# Real estate business climate in Dubai



## sagittarius70 (Apr 22, 2014)

Hi there,

I am considering to relocate in Dubai and work as a real estate agent/broker. I would like to know if the market is currently going well or not, and if it is expected to grow in the coming years or big risks are just hidden behind the corner.
Which market segment is hot? Are average sales persons salaries good enough to make a nice living in Dubai for a single?


Be real and bad enough  just want to know how the reality is!!Thank a lot.


----------



## rsinner (Feb 3, 2009)

the reality is that Dubai has won Expo 2020 which means that we get gold dust when it rains. 

In other news, the real estate prices have gone up by 25-50% in the last one year alone - though the number of real buyers has not gone up and a lot of speculators are buying and selling amongst themselves.

As a broker, probably there is enough money to be made for a single person to survive on. You will probably just have to be another scumbag among many. Also, you can probably take on loans, spend well on flashy cars and stuff, and run away with bad debt when things go south.

Welcome to Dubai


----------



## MAW0504 (Oct 6, 2009)

sagittarius70 said:


> Be real and bad enough  just want to know how the reality is!!Thank a lot.

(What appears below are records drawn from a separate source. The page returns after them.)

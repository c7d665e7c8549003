import { readFileSync, writeFileSync } from 'node:fs';
import { join } from 'node:path';
import { describe, expect, it } from 'vitest';
import { folderWithDemo, PROBLEM_SHAPE, run, STACK_LINE } from './program.ts';

const folder = folderWithDemo();

describe('check', () => {
  it('says what each file was taken for, and is done with exit code 0 when all are in order', async () => {
    const files = ['house.yaml', 'units/hollerwisch-6.yaml', 'tariffs/night.yaml', 'tariffs/prices.csv'];
    writeFileSync(join(folder, 'read.yaml'), 'skipLines: 2\n');
    const { code, stdout, stderr } = await run(
      folder,
      'check',
      ...files.map((file) => `data/demo/${file}`),
      'read.yaml',
    );
    expect({ code, stderr }).toEqual({ code: 0, stderr: '' });
    const verdicts = stdout.split('\n').filter((line) => /^\S/.test(line));
    expect(verdicts).toEqual([
      'data/demo/house.yaml  taken for a scenario: in order',
      'data/demo/units/hollerwisch-6.yaml  taken for a heat-pump unit: in order',
      'data/demo/tariffs/night.yaml  taken for a tariff: in order',
      'data/demo/tariffs/prices.csv  taken for a price series: in order',
      'read.yaml  taken for read settings: in order',
    ]);
  });

  it('knows the tables of a meter, of readings, of carbon and of homes by their headers', async () => {
    writeFileSync(join(folder, 'meter.csv'), 'time,kWh\n2025-01-01T00:00Z,0.3\n2025-01-01T01:00Z,0.2\n');
    writeFileSync(join(folder, 'carbon.csv'), 'time,carbon g/kWh\n2025-01-01T00:00Z,400\n2025-01-01T01:00Z,300\n');
    const { code, stdout, stderr } = await run(
      folder,
      ...['check', 'meter.csv', 'carbon.csv', 'data/demo/meter.csv', 'data/demo/homes.csv'],
    );
    expect({ code, stderr }).toEqual({ code: 0, stderr: '' });
    expect(stdout.split('\n').filter((line) => /^\S/.test(line))).toEqual([
      'meter.csv  taken for the meter of a household: in order',
      'carbon.csv  taken for carbon factors of electricity: in order',
      'data/demo/meter.csv  taken for meter readings: in order',
      'data/demo/homes.csv  taken for a table of homes: in order',
    ]);
    writeFileSync(join(folder, 'homes.csv'), 'home,house.heatLos.value\nA,1\n');
    writeFileSync(join(folder, 'rows.csv'), 'home,house.heatLoss.value\nA,1\nB\nC,2,3\n');
    const wrong = await run(folder, 'check', 'homes.csv', 'rows.csv');
    expect(wrong.code).toBe(2);
    expect(wrong.stderr).toContain("homes.csv:1:6  column 'house.heatLos.value' is no place in a scenario");
    expect(wrong.stderr).toContain('rows.csv:3  cells in this row: 1; names of columns: 2');
    expect(wrong.stderr).toContain('rows.csv:4  cells in this row: 3;');
  });

  it('lists the faults of every file, goes on behind a bad one, and ends with exit code 2', async () => {
    writeFileSync(join(folder, 'tariff.yaml'), 'name: x\nrates: [{ name: all, prize: 0.3 }]\n');
    const files = ['nix.yaml', 'tariff.yaml', 'data', 'data/demo/weather.csv'];
    const { code, stdout, stderr } = await run(folder, 'check', ...files);
    expect(code).toBe(2);
    expect(stderr).toMatch(PROBLEM_SHAPE);
    expect(stderr).not.toMatch(STACK_LINE);
    expect(stderr).toContain('nix.yaml  there is no such file');
    expect(stderr).toMatch(/tariff\.yaml:2:\d+ {2}rates\[0\]\.prize/);
    expect(stderr).toContain('data  this is a folder, not a file');
    expect(stdout).toContain('nix.yaml  not recognised: 1 fault\n');
    expect(stdout).toMatch(/tariff\.yaml {2}taken for a tariff: \d faults?\n/);
    expect(stdout).toContain('data/demo/weather.csv  taken for weather: in order\n');
    expect(stdout).toContain('    temperature: column 2');
  });

  it('lists the faults of a scenario and of all that it names in one run', async () => {
    const house = readFileSync(join(folder, 'data/demo/house.yaml'), 'utf8');
    writeFileSync(
      join(folder, 'data/demo/many.yaml'),
      house
        .replace('pumpPower: 35', 'pumpPower: -1')
        .replace('Europe/Berlin', 'Europe/Berln')
        .replace('units/quarkenfels-8.yaml', 'units/none.yaml')
        .replace('file: weather.csv', 'file: wether.csv')
        .replace('return: 42', 'return: 52'),
    );
    const { code, stderr } = await run(folder, 'check', 'data/demo/many.yaml');
    expect(code).toBe(2);
    expect(stderr).toMatch(PROBLEM_SHAPE);
    const told = stderr.split('\n').filter((line) => /^\S/.test(line));
    expect(told).toEqual([
      expect.stringMatching(/many\.yaml:\d+:9 {2}.*Europe\/Berln/),
      expect.stringMatching(
        /many\.yaml:\d+:9 {2}flowTemperature\.flow is 50 °C; it must lie above the return temperature/,
      ),
      expect.stringMatching(/many\.yaml:\d+:27 {2}circulation\.pumpPower is -1/),
      expect.stringMatching(/units\/none\.yaml:.* {2}there is no such file/),
      expect.stringMatching(/wether\.csv:.* {2}there is no such file/),
    ]);
  });
});
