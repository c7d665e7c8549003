import { type Criterion, criteria } from '../../../batch/ranking.ts';
import { shown } from '../../../core/problem.ts';
import { type Markup, markup } from '../../charts/markup.ts';
import type { BatchReportInput } from './batchReportInput.ts';

const NO_BREAK = '\u00a0';
/** Letters of a name in a table, and in a sentence or heading; results.csv has the whole of it. */
const LONGEST_NAME = 80;
const LONGEST_IN_TEXT = 40;

/** A name from a file for a table, in a direction of its own. */
export function cellName(text: string): Markup {
  return markup`<bdi>${shown(text, LONGEST_NAME)}</bdi>`;
}

/** A name from a file for a sentence or a heading. */
export function textName(text: string): string {
  return shown(text, LONGEST_IN_TEXT);
}

/** The currency of the years; a word where they have several, or none. */
export function currencyOf({ years, words }: BatchReportInput): string {
  return years.currencies.length === 1 ? shown(years.currencies[0]) : words.batch.money;
}

/** A figure of a criterion with its unit. */
export function written(input: BatchReportInput, value: number, by: Criterion = input.by): string {
  const figure = input.figures.number(value, criteria[by].decimals);
  if (by === 'cost') return `${figure}${NO_BREAK}${currencyOf(input)}`;
  if (by === 'carbon') return `${figure}${NO_BREAK}kg`;
  return by === 'backupHours' ? `${figure}${NO_BREAK}h` : figure;
}

/** What is measured by the criterion, with its unit: for axes and captions. */
export function quantityOf(input: BatchReportInput): string {
  const said = input.words.batch.quantities;
  return input.by === 'cost' ? said.cost(currencyOf(input)) : said[input.by];
}
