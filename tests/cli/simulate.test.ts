import { copyFileSync, existsSync, linkSync, mkdirSync, readFileSync, symlinkSync, writeFileSync } from 'node:fs';
import { join } from 'node:path';
import Papa from 'papaparse';
import { beforeAll, describe, expect, it } from 'vitest';
import { resultSchema } from '../../src/report/resultSchema.ts';
import { type Ended, folderWithDemo, namesIn, PROBLEM_SHAPE, run, STACK_LINE } from './program.ts';

const folder = folderWithDemo();
const house = 'data/demo/house.yaml';
const at = (name: string) => join(folder, name);
const textOf = (name: string) => readFileSync(at(name), 'utf8');

/** The house of the demo with one passage replaced, beside the original. */
function changedHouse(name: string, passage: string, by: string): string {
  const text = textOf(house);
  expect(text.split(passage).length).toBe(2);
  writeFileSync(at(`data/demo/${name}`), text.replace(passage, by));
  return `data/demo/${name}`;
}

/** Wrong input: exit code 2, nothing on standard output, problems of two lines, no stack, nothing written. */
async function refused(scenario: string): Promise<string> {
  const before = namesIn(folder);
  const { code, stdout, stderr } = await run(folder, 'simulate', scenario, '--json', 'r.json', '--hourly', 'h.csv');
  expect({ code, stdout }).toEqual({ code: 2, stdout: '' });
  expect(stderr).toMatch(PROBLEM_SHAPE);
  expect(stderr).not.toMatch(STACK_LINE);
  expect(namesIn(folder)).toEqual(before);
  return stderr;
}

describe('simulate on the demo', () => {
  let printed: Ended;
  beforeAll(async () => {
    printed = await run(folder, 'simulate', house, '--json', 'one.json', '--hourly', 'one.csv');
  });

  it('prints the answer and nothing on standard error', () => {
    expect({ code: printed.code, stderr: printed.stderr }).toEqual({ code: 0, stderr: '' });
    expect(printed.stdout).toContain('a seasonal factor H4 of');
    for (const line of printed.stdout.split('\n')) expect([...line].length).toBeLessThanOrEqual(80);
  });

  it('writes a document that the result schema accepts', () => {
    const document = JSON.parse(textOf('one.json'));
    expect(resultSchema.safeParse(document).error).toBeUndefined();
    expect(document.inputs.length).toBe(8);
    expect(document.costs.length).toBe(4);
  });

  it('writes a row an hour, and a header that names the unit of every quantity', () => {
    const { data } = Papa.parse<string[]>(textOf('one.csv'), { skipEmptyLines: true });
    expect(data.length).toBe(8761);
    expect(new Set(data.map((row) => row.length)).size).toBe(1);
    for (const name of data[0]!.slice(3)) expect(name).toMatch(/^[a-z][A-Za-z]+ \[.+\]$/);
  });

  it('gives the same bytes again, with nothing but JSON on standard output when that is asked for', async () => {
    const again = await run(folder, 'simulate', house, '--json', '-', '--hourly', 'two.csv');
    expect({ code: again.code, stderr: again.stderr }).toEqual({ code: 0, stderr: '' });
    expect(again.stdout).toBe(textOf('one.json'));
    expect(textOf('two.csv')).toBe(textOf('one.csv'));
  });

  it('leaves no passing file behind', () => {
    expect(namesIn(folder)).toEqual(expect.arrayContaining(['data', 'one.csv', 'one.json']));
    expect(namesIn(folder).filter((name) => name.endsWith('.tmp'))).toEqual([]);
  });

  it('talks of warnings on standard error only', async () => {
    // At 900 W/K the unit is far too small: a warning, no fault.
    const scenario = changedHouse('leaky.yaml', 'value: 195', 'value: 900');
    const { code, stdout } = await run(folder, 'simulate', scenario, '--json', '-');
    expect(code).toBe(0);
    expect(JSON.parse(stdout).warnings.length).toBeGreaterThan(0);
  });
});

describe('simulate on wrong input', () => {
  it('tells of a scenario that is not there', async () => {
    expect(await refused('nix.yaml')).toContain('nix.yaml  there is no such file');
  });

  it('tells of a folder', async () => {
    expect(await refused('data')).toContain('data  this is a folder, not a file');
  });

  it('tells of an empty file', async () => {
    writeFileSync(at('empty.yaml'), '');
    expect(await refused('empty.yaml')).toContain('empty.yaml  the file is empty');
  });

  it('tells of a file that is no text', async () => {
    writeFileSync(
      at('picture.yaml'),
      Uint8Array.from({ length: 300 }, (_, i) => i % 7),
    );
    expect(await refused('picture.yaml')).toContain('picture.yaml');
  });

  it('tells of a bracket that is not closed, with its line', async () => {
    const scenario = changedHouse('bracket.yaml', 'circulation: { pumpPower: 35 }', 'circulation: { pumpPower: 35');
    expect(await refused(scenario)).toMatch(/^data\/demo\/bracket\.yaml:\d+:\d+ {2}/);
  });

  it('tells of a mistyped key with line, column and the nearest name', async () => {
    const scenario = changedHouse('key.yaml', 'floorArea: 138', 'florArea: 138');
    const line =
      textOf(scenario)
        .split('\n')
        .findIndex((text) => text.includes('florArea')) + 1;
    const problem = await refused(scenario);
    expect(problem).toContain(`data/demo/key.yaml:${line}:3  house.florArea`);
    expect(problem).toContain('floorArea');
  });

  it('tells of all faults of all files at once', async () => {
    const scenario = changedHouse('many.yaml', 'value: 195', 'value: -195');
    writeFileSync(at(scenario), textOf(scenario).replace('tariffs/night.yaml', 'tariffs/nowhere.yaml'));
    const problem = await refused(scenario);
    expect(problem).toMatch(/many\.yaml:\d+:\d+ {2}house\.heatLoss\.value is -195/);
  });

  it('tells where a missing weather file is named', async () => {
    const scenario = changedHouse('sky.yaml', 'file: weather.csv', 'file: sky.csv');
    const problem = await refused(scenario);
    expect(problem).toMatch(/sky\.csv/);
    expect(problem).toContain('weather.file');
  });

  it('tells of a weather file of which the end is missing', async () => {
    const lines = textOf('data/demo/weather.csv').split('\n').slice(0, 5000);
    writeFileSync(at('data/demo/short.csv'), `${lines.join('\n')}\n`);
    expect(await refused(changedHouse('short.yaml', 'file: weather.csv', 'file: short.csv'))).toContain('short.csv');
  });

  it('shows control characters of a file as escapes', async () => {
    const scenario = changedHouse('bell.yaml', 'floorArea: 138', '"floor\\u001b[31mArea": 138');
    expect(await refused(scenario)).toContain('\\u001b[31m');
  });
});

describe('simulate and its outputs', () => {
  it('refuses to write over its scenario, also by a link, and leaves it alone', async () => {
    const scenario = 'data/demo/mine.yaml';
    copyFileSync(at(house), at(scenario));
    symlinkSync('mine.yaml', at('data/demo/soft.yaml'));
    linkSync(at(scenario), at('data/demo/hard.yaml'));
    for (const output of [scenario, 'data/demo/soft.yaml', 'data/demo/hard.yaml']) {
      const { code, stdout, stderr } = await run(folder, 'simulate', scenario, '--json', output);
      expect({ code, stdout }).toEqual({ code: 2, stdout: '' });
      expect(stderr).toContain(`${output}  the result would be written over this file, which is read as an input`);
      expect(textOf(scenario)).toBe(textOf(house));
    }
    expect(namesIn(at('data/demo')).filter((name) => name.endsWith('.tmp'))).toEqual([]);
  });

  it('refuses to write over a weather file that the scenario names', async () => {
    const before = textOf('data/demo/weather.csv');
    const { code } = await run(folder, 'simulate', house, '--hourly', 'data/demo/weather.csv');
    expect(code).toBe(2);
    expect(textOf('data/demo/weather.csv')).toBe(before);
  });

  it('tells of an output that cannot be written before it looks at the scenario, with exit code 3', async () => {
    mkdirSync(at('inner'), { recursive: true });
    const { code, stdout, stderr } = await run(
      folder,
      'simulate',
      'nix.yaml',
      '--json',
      'none/r.json',
      '--hourly',
      'inner',
    );
    expect({ code, stdout }).toEqual({ code: 3, stdout: '' });
    expect(stderr).toMatch(PROBLEM_SHAPE);
    expect(stderr).toContain('none/r.json  the file cannot be written: its folder does not exist');
    expect(stderr).toContain('inner  a result cannot be written here: this is a folder');
    expect(existsSync(at('none'))).toBe(false);
  });
});
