const LYING = ['', '▏', '▎', '▍', '▌', '▋', '▊', '▉'] as const;
const STANDING = ['▁', '▂', '▃', '▄', '▅', '▆', '▇', '█'] as const;
const FULL = '█';

/**
 * A bar of block letters, to an eighth of a letter.
 *
 * @param value 0 or above; a value above 0 has a bar of an eighth at least
 * @param most the value of a whole bar, above 0
 * @param width letters of a whole bar
 * @example lyingBar(3, 4, 4) // '███'
 */
export function lyingBar(value: number, most: number, width: number): string {
  const eighths = Math.min(8 * width, Math.max(value > 0 ? 1 : 0, Math.round((8 * width * value) / most)));
  return `${FULL.repeat(eighths >> 3)}${LYING[eighths & 7]}`;
}

/** Ends of a scale. */
export interface Range {
  readonly least: number;
  readonly most: number;
}

/**
 * The lowest and the highest of some values.
 *
 * @param values finite, at least one
 * @returns both, in the unit of the values
 * @example rangeOf([3, 1, 2]).least // 1
 */
export function rangeOf(values: readonly number[]): Range {
  return { least: Math.min(...values), most: Math.max(...values) };
}

/**
 * A strip of values, as many letters each: the lowest of the range stands lowest.
 *
 * @param values finite
 * @param width letters of each value
 * @param range holds all values; where it has no width, all stand lowest
 * @example heightStrip([0, 1, 2], 1, { least: 0, most: 2 }) // '▁▅█'
 */
export function heightStrip(values: readonly number[], width: number, { least, most }: Range): string {
  const top = STANDING.length - 1;
  const heightOf = (value: number) => (most === least ? 0 : Math.round((top * (value - least)) / (most - least)));
  return values.map((value) => STANDING[heightOf(value)].repeat(width)).join('');
}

You've effectively just thrown yourself to the lions - be prepared for everyone telling you it's impossible to make a living and that baby vomit is more popular than an estate agent here 

Then check your personal messages.


----------



## sagittarius70 (Apr 22, 2014)

rsinner said:


> the reality is that Dubai has won Expo 2020 which means that we get gold dust when it rains.
> 
> In other news, the real estate prices have gone up by 25-50% in the last one year alone - though the number of real buyers has not gone up and a lot of speculators are buying and selling amongst themselves.
> 
> ...


Well, you are definitely more sinner than saint  By your words it seem there's no room for serious professionals with a long term market view. Making a little bit of research I was expecting a more robust market and more regulated in order to drive investors expectations in the proper way. Do you think that all the new law decrees will not make any good to the market and foreign money flows are slowing down at the moment because regional speculators are still flipping too much ??


----------



## sagittarius70 (Apr 22, 2014)

Baby vomit is really really bad


----------



## sagittarius70 (Apr 22, 2014)

Being Italian mother tongue, do you know if real estate agencies/brokers are interested in italian speakers?In your opinion italian buyers/investors have a tiny or quite decent market share in Dubai. Thx


----------



## Stevesolar (Dec 21, 2012)

sagittarius70 said:


> Being Italian mother tongue, do you know if real estate agencies/brokers are interested in italian speakers?In your opinion italian buyers/investors have a tiny or quite decent market share in Dubai. Thx


Hi,
How many really rich Italians do you know?
Compared with Russian, GCC, British, Pakistani and Indian buyers - Italians will be very, very low on the list of real estate buyers in Dubai.
Gulf news ran an article about buyer countries on 28/1/14 - details below:-

Dubai: Foreign ownership continues to drive Dubai’s realty, with more than Dh114 billion in transactions last year being attributed to these buyers, according to figures released by the Dubai Land Department. The overall number of transacted properties in the emirate last year was valued at Dh236 billion.
Indian passport holders represented the bulk of the purchases, followed by British and Pakistani nationals. In all, foreign nationals from 162 countries ended up buying real estate in Dubai in 2013. “Investors from around the world are finding that Dubai is offering a particularly attractive climate to undertake property business,” Sultan Butti Bin Mejren, director-general at the Land Department, said.
UAE and GCC nationals combined — totalling 7,548 investors — funded Dh33 billion of the overall transactions, with the former accounting for Dh24 billion. Saudis followed with Dh4.6 billion.
Arab investors from outside of the Gulf added a further Dh12 billion, with Jordanian nationals topping the list at Dh2.6 billion. Lebanese and Egyptians followed.

Cheers
Steve


----------



## rsinner (Feb 3, 2009)

sagittarius70 said:


> By your words it seem there's no room for serious professionals with a long term market view.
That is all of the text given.